» Exercise requirements: The records below are to be transcribed exactly as they appear.

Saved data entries
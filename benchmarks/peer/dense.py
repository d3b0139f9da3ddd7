"""Growth rates of the full (X, Y, Z) problem on Chebyshev points by dense eigenvalues.

Two forms of the same problem. `Collocation` is what one writes first: the equations at the points,
`scipy.linalg.eig`. `Weak` is what a careful user writes next: the energy form with Clenshaw-Curtis weights,
symmetric, so that `scipy.linalg.eigh` may be asked for the lowest eigenvalue alone. Variables carry the square
root of the density.
"""
import os

for name in ("OMP_NUM_THREADS", "OPENBLAS_NUM_THREADS", "MKL_NUM_THREADS"):
    os.environ[name] = "1"

import numpy as np
from scipy.linalg import eig, eigh


def chebyshev(points, length):
    """Points on [0, length], ascending, differentiation (Trefethen 2000) and Clenshaw-Curtis weights."""
    n = points - 1
    theta = np.pi * np.arange(points) / n
    x = np.cos(theta)
    c = np.ones(points)
    c[0] = c[-1] = 2.0
    c *= (-1.0) ** np.arange(points)
    # differences of cosines through sines: no cancellation
    half = theta / 2
    difference = -2.0 * np.sin(half[:, None] + half) * np.sin(half[:, None] - half)
    np.fill_diagonal(difference, 1.0)
    matrix = np.outer(c, 1.0 / c) / difference
    np.fill_diagonal(matrix, 0.0)
    np.fill_diagonal(matrix, -matrix.sum(axis=1))
    k = np.arange(1, n // 2 + 1)
    factor = np.where(2 * k == n, 1.0, 2.0)
    weights = (2.0 / n) * (1.0 - (np.cos(2 * np.outer(theta, k)) * factor / (4 * k**2 - 1)).sum(axis=1))
    weights[[0, -1]] /= 2.0
    return (1 - x) * length / 2, -matrix * 2 / length, weights * length / 2


class Weak:
    """Symmetric form; what does not depend on the wave is made once, before `growth_rate` is asked."""

    def __init__(self, model, points, parity):
        z, derivative, weights = chebyshev(points, model.lid)
        s = model.state(z)
        self.stiff, self.magnetic2 = s["stiff"], 2 * s["magnetic"]
        root = np.sqrt(weights)
        self.g = s["g"]
        # divergence of the vertical part, acting on sqrt(weight rho) Z, lid and mirror taken out by columns
        first = 1 if parity == "mirror" else 0
        full = (root[:, None] * derivative / root[None, :]) - np.diag(s["slope"] / 2)
        self.columns = slice(first, points - 1)
        self.slope_z = full[:, self.columns]
        self.both = self.stiff + self.magnetic2
        gz = np.zeros_like(full)
        np.fill_diagonal(gz, self.g)
        self.gz = gz[:, self.columns]
        cross = self.slope_z.T @ self.gz
        self.vertical = (self.slope_z.T @ (self.both[:, None] * self.slope_z) - cross - cross.T
                         - np.diag((self.g * s["slope"])[self.columns]))
        self.along = self.stiff[:, None] * self.slope_z - self.gz
        self.across = self.both[:, None] * self.slope_z - self.gz
        self.points = points

    def matrix(self, kx, ky):
        n, m = self.points, self.vertical.shape[0]
        blocks = 1 if ky == 0 else 2
        a = np.zeros((blocks * n + m, blocks * n + m))
        i = np.arange(n)
        a[i, i] = kx**2 * self.stiff
        a[:n, blocks * n:] = kx * self.along
        if ky != 0:
            a[i, n + i] = kx * ky * self.stiff
            a[n + i, n + i] = ky**2 * self.both + kx**2 * self.magnetic2
            a[n:2 * n, 2 * n:] = ky * self.across
        a[blocks * n:, blocks * n:] = self.vertical
        j = np.arange(blocks * n, blocks * n + m)
        a[j, j] += kx**2 * self.magnetic2[self.columns]
        return a

    def growth_rate(self, kx, ky=0.0):
        lowest = eigh(self.matrix(kx, ky), lower=False, eigvals_only=True, subset_by_index=[0, 0],
                      overwrite_a=True, check_finite=False)[0]
        return float(np.sqrt(max(-lowest, 0.0)))

    def mode(self, kx, ky=0.0):
        """Growth rate and displacement of the fastest mode."""
        values, vectors = eigh(self.matrix(kx, ky), lower=False, subset_by_index=[0, 0], overwrite_a=True,
                               check_finite=False)
        return float(np.sqrt(max(-values[0], 0.0))), vectors[:, 0]


class Collocation:
    """The equations at the points; rows of the boundary conditions make the right-hand matrix singular."""

    def __init__(self, model, points, parity):
        z, self.derivative, _ = chebyshev(points, model.lid)
        s = model.state(z)
        self.stiff, self.magnetic2 = s["stiff"], 2 * s["magnetic"]
        self.g, self.slope = s["g"], s["slope"]
        self.mirror = parity == "mirror"
        self.points = points

    def matrices(self, kx, ky):
        n = self.points
        vertical = self.derivative - np.diag(self.slope / 2)
        fall = self.derivative + np.diag(self.slope / 2)
        both, g = self.stiff + self.magnetic2, self.g
        # total pressure perturbation from each displacement
        pressure = [kx * np.diag(self.stiff), ky * np.diag(both), both[:, None] * vertical - np.diag(g)]
        gas = [kx * np.diag(self.stiff), ky * np.diag(self.stiff),
               self.stiff[:, None] * vertical - np.diag(g)]
        divergence = [kx * np.eye(n), ky * np.eye(n), vertical]
        row_x = [-kx * q for q in gas]
        row_y = [-ky * q for q in pressure]
        row_y[1] -= kx**2 * np.diag(self.magnetic2)
        row_z = [g[:, None] * d + fall @ q for d, q in zip(divergence, pressure)]
        row_z[2] += np.diag(g * self.slope - kx**2 * self.magnetic2)
        keep = [0, 2] if ky == 0 else [0, 1, 2]
        rows = [row_x, row_y, row_z]
        a = np.block([[rows[i][j] for j in keep] for i in keep])
        b = np.eye(a.shape[0])
        start = a.shape[0] - n
        for node, rigid in ((0, self.mirror), (n - 1, True)):
            a[start + node] = 0.0
            b[start + node] = 0.0
            if rigid:
                a[start + node, start + node] = 1.0
            else:
                a[start + node] = np.hstack([pressure[j][node] for j in keep])
        return a, b

    def growth_rates(self, kx, ky=0.0):
        a, b = self.matrices(kx, ky)
        values = eig(a, b, right=False, overwrite_a=True, overwrite_b=True, check_finite=False)
        good = values[np.isfinite(values) & (np.abs(values) < 1e6 * np.abs(a).max())]
        real = good.real[(np.abs(good.imag) <= 1e-6 * np.abs(good.real)) & (good.real > 0)]
        return np.sqrt(np.sort(real)[::-1])

    def growth_rate(self, kx, ky=0.0):
        rates = self.growth_rates(kx, ky)
        return float(rates[0]) if rates.size else 0.0

    def mode(self, kx, ky=0.0):
        """Growth rate and displacement of the fastest mode."""
        values, vectors = eig(*self.matrices(kx, ky), overwrite_a=True, overwrite_b=True, check_finite=False)
        usable = np.isfinite(values) & (np.abs(values.imag) <= 1e-6 * np.abs(values.real))
        best = np.argmax(np.where(usable, values.real, -np.inf))
        return float(np.sqrt(max(values.real[best], 0.0))), vectors[:, best].real


if __name__ == "__main__":
    from race import main

    main({"dense eig, Chebyshev collocation": Collocation, "dense eigh, Chebyshev weak form": Weak},
         range(8, 200, 2))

» Solution to the problem:
filename benchmarks/peer/dense.py
repository d3b0139f9da3ddd7
"""Growth rates of the full (X, Y, Z) problem on Chebyshev points by dense eigenvalues.

Two forms of the same problem. `Collocation` is what one writes first: the equations at the points,
`scipy.linalg.eig`. `Weak` is what a careful user writes next: the energy form with Clenshaw-Curtis weights,
symmetric, so that `scipy.linalg.eigh` may be asked for the lowest eigenvalue alone. Variables carry the square
root of the density.
"""
import os

for name in ("OMP_NUM_THREADS", "OPENBLAS_NUM_THREADS", "MKL_NUM_THREADS"):
    os.environ[name] = "1"

import numpy as np
from scipy.linalg import eig, eigh


def chebyshev(points, length):
    """Points on [0, length], ascending, differentiation (Trefethen 2000) and Clenshaw-Curtis weights."""
    n = points - 1
    theta = np.pi * np.arange(points) / n
    x = np.cos(theta)
    c = np.ones(points)
    c[0] = c[-1] = 2.0
    c *= (-1.0) ** np.arange(points)
    # differences of cosines through sines: no cancellation
    half = theta / 2
    difference = -2.0 * np.sin(half[:, None] + half) * np.sin(half[:, None] - half)
    np.fill_diagonal(difference, 1.0)
    matrix = np.outer(c, 1.0 / c) / difference
    np.fill_diagonal(matrix, 0.0)
    np.fill_diagonal(matrix, -matrix.sum(axis=1))
    k = np.arange(1, n // 2 + 1)
    factor = np.where(2 * k == n, 1.0, 2.0)
    weights = (2.0 / n) * (1.0 - (np.cos(2 * np.outer(theta, k)) * factor / (4 * k**2 - 1)).sum(axis=1))
    weights[[0, -1]] /= 2.0
    return (1 - x) * length / 2, -matrix * 2 / length, weights * length / 2


class Weak:
    """Symmetric form; what does not depend on the wave is made once, before `growth_rate` is asked."""

    def __init__(self, model, points, parity):
        z, derivative, weights = chebyshev(points, model.lid)
        s = model.state(z)
        self.stiff, self.magnetic2 = s["stiff"], 2 * s["magnetic"]
        root = np.sqrt(weights)
        self.g = s["g"]
        # divergence of the vertical part, acting on sqrt(weight rho) Z, lid and mirror taken out by columns
        first = 1 if parity == "mirror" else 0
        full = (root[:, None] * derivative / root[None, :]) - np.diag(s["slope"] / 2)
        self.columns = slice(first, points - 1)
        self.slope_z = full[:, self.columns]
        self.both = self.stiff + self.magnetic2
        gz = np.zeros_like(full)
        np.fill_diagonal(gz, self.g)
        self.gz = gz[:, self.columns]
        cross = self.slope_z.T @ self.gz
        self.vertical = (self.slope_z.T @ (self.both[:, None] * self.slope_z) - cross - cross.T
                         - np.diag((self.g * s["slope"])[self.columns]))
        self.along = self.stiff[:, None] * self.slope_z - self.gz
        self.across = self.both[:, None] * self.slope_z - self.gz
        self.points = points

    def matrix(self, kx, ky):
        n, m = self.points, self.vertical.shape[0]
        blocks = 1 if ky == 0 else 2
        a = np.zeros((blocks * n + m, blocks * n + m))
        i = np.arange(n)
        a[i, i] = kx**2 * self.stiff
        a[:n, blocks * n:] = kx * self.along
        if ky != 0:
            a[i, n + i] = kx * ky * self.stiff
            a[n + i, n + i] = ky**2 * self.both + kx**2 * self.magnetic2
            a[n:2 * n, 2 * n:] = ky * self.across
        a[blocks * n:, blocks * n:] = self.vertical
        j = np.arange(blocks * n, blocks * n + m)
        a[j, j] += kx**2 * self.magnetic2[self.columns]
        return a

    def growth_rate(self, kx, ky=0.0):
        lowest = eigh(self.matrix(kx, ky), lower=False, eigvals_only=True, subset_by_index=[0, 0],
                      overwrite_a=True, check_finite=False)[0]
        return float(np.sqrt(max(-lowest, 0.0)))

    def mode(self, kx, ky=0.0):
        """Growth rate and displacement of the fastest mode."""
        values, vectors = eigh(self.matrix(kx, ky), lower=False, subset_by_index=[0, 0], overwrite_a=True,
                               check_finite=False)
        return float(np.sqrt(max(-values[0], 0.0))), vectors[:, 0]


class Collocation:
    """The equations at the points; rows of the boundary conditions make the right-hand matrix singular."""

    def __init__(self, model, points, parity):
        z, self.derivative, _ = chebyshev(points, model.lid)
        s = model.state(z)
        self.stiff, self.magnetic2 = s["stiff"], 2 * s["magnetic"]
        self.g, self.slope = s["g"], s["slope"]
        self.mirror = parity == "mirror"
        self.points = points

    def matrices(self, kx, ky):
        n = self.points
        vertical = self.derivative - np.diag(self.slope / 2)
        fall = self.derivative + np.diag(self.slope / 2)
        both, g = self.stiff + self.magnetic2, self.g
        # total pressure perturbation from each displacement
        pressure = [kx * np.diag(self.stiff), ky * np.diag(both), both[:, None] * vertical - np.diag(g)]
        gas = [kx * np.diag(self.stiff), ky * np.diag(self.stiff),
               self.stiff[:, None] * vertical - np.diag(g)]
        divergence = [kx * np.eye(n), ky * np.eye(n), vertical]
        row_x = [-kx * q for q in gas]
        row_y = [-ky * q for q in pressure]
        row_y[1] -= kx**2 * np.diag(self.magnetic2)
        row_z = [g[:, None] * d + fall @ q for d, q in zip(divergence, pressure)]
        row_z[2] += np.diag(g * self.slope - kx**2 * self.magnetic2)
        keep = [0, 2] if ky == 0 else [0, 1, 2]
        rows = [row_x, row_y, row_z]
        a = np.block([[rows[i][j] for j in keep] for i in keep])
        b = np.eye(a.shape[0])
        start = a.shape[0] - n
        for node, rigid in ((0, self.mirror), (n - 1, True)):
            a[start + node] = 0.0
            b[start + node] = 0.0
            if rigid:
                a[start + node, start + node] = 1.0
            else:
                a[start + node] = np.hstack([pressure[j][node] for j in keep])
        return a, b

    def growth_rates(self, kx, ky=0.0):
        a, b = self.matrices(kx, ky)
        values = eig(a, b, right=False, overwrite_a=True, overwrite_b=True, check_finite=False)
        good = values[np.isfinite(values) & (np.abs(values) < 1e6 * np.abs(a).max())]
        real = good.real[(np.abs(good.imag) <= 1e-6 * np.abs(good.real)) & (good.real > 0)]
        return np.sqrt(np.sort(real)[::-1])

    def growth_rate(self, kx, ky=0.0):
        rates = self.growth_rates(kx, ky)
        return float(rates[0]) if rates.size else 0.0

    def mode(self, kx, ky=0.0):
        """Growth rate and displacement of the fastest mode."""
        values, vectors = eig(*self.matrices(kx, ky), overwrite_a=True, overwrite_b=True, check_finite=False)
        usable = np.isfinite(values) & (np.abs(values.imag) <= 1e-6 * np.abs(values.real))
        best = np.argmax(np.where(usable, values.real, -np.inf))
        return float(np.sqrt(max(values.real[best], 0.0))), vectors[:, best].real


if __name__ == "__main__":
    from race import main

    main({"dense eig, Chebyshev collocation": Collocation, "dense eigh, Chebyshev weak form": Weak},
         range(8, 200, 2))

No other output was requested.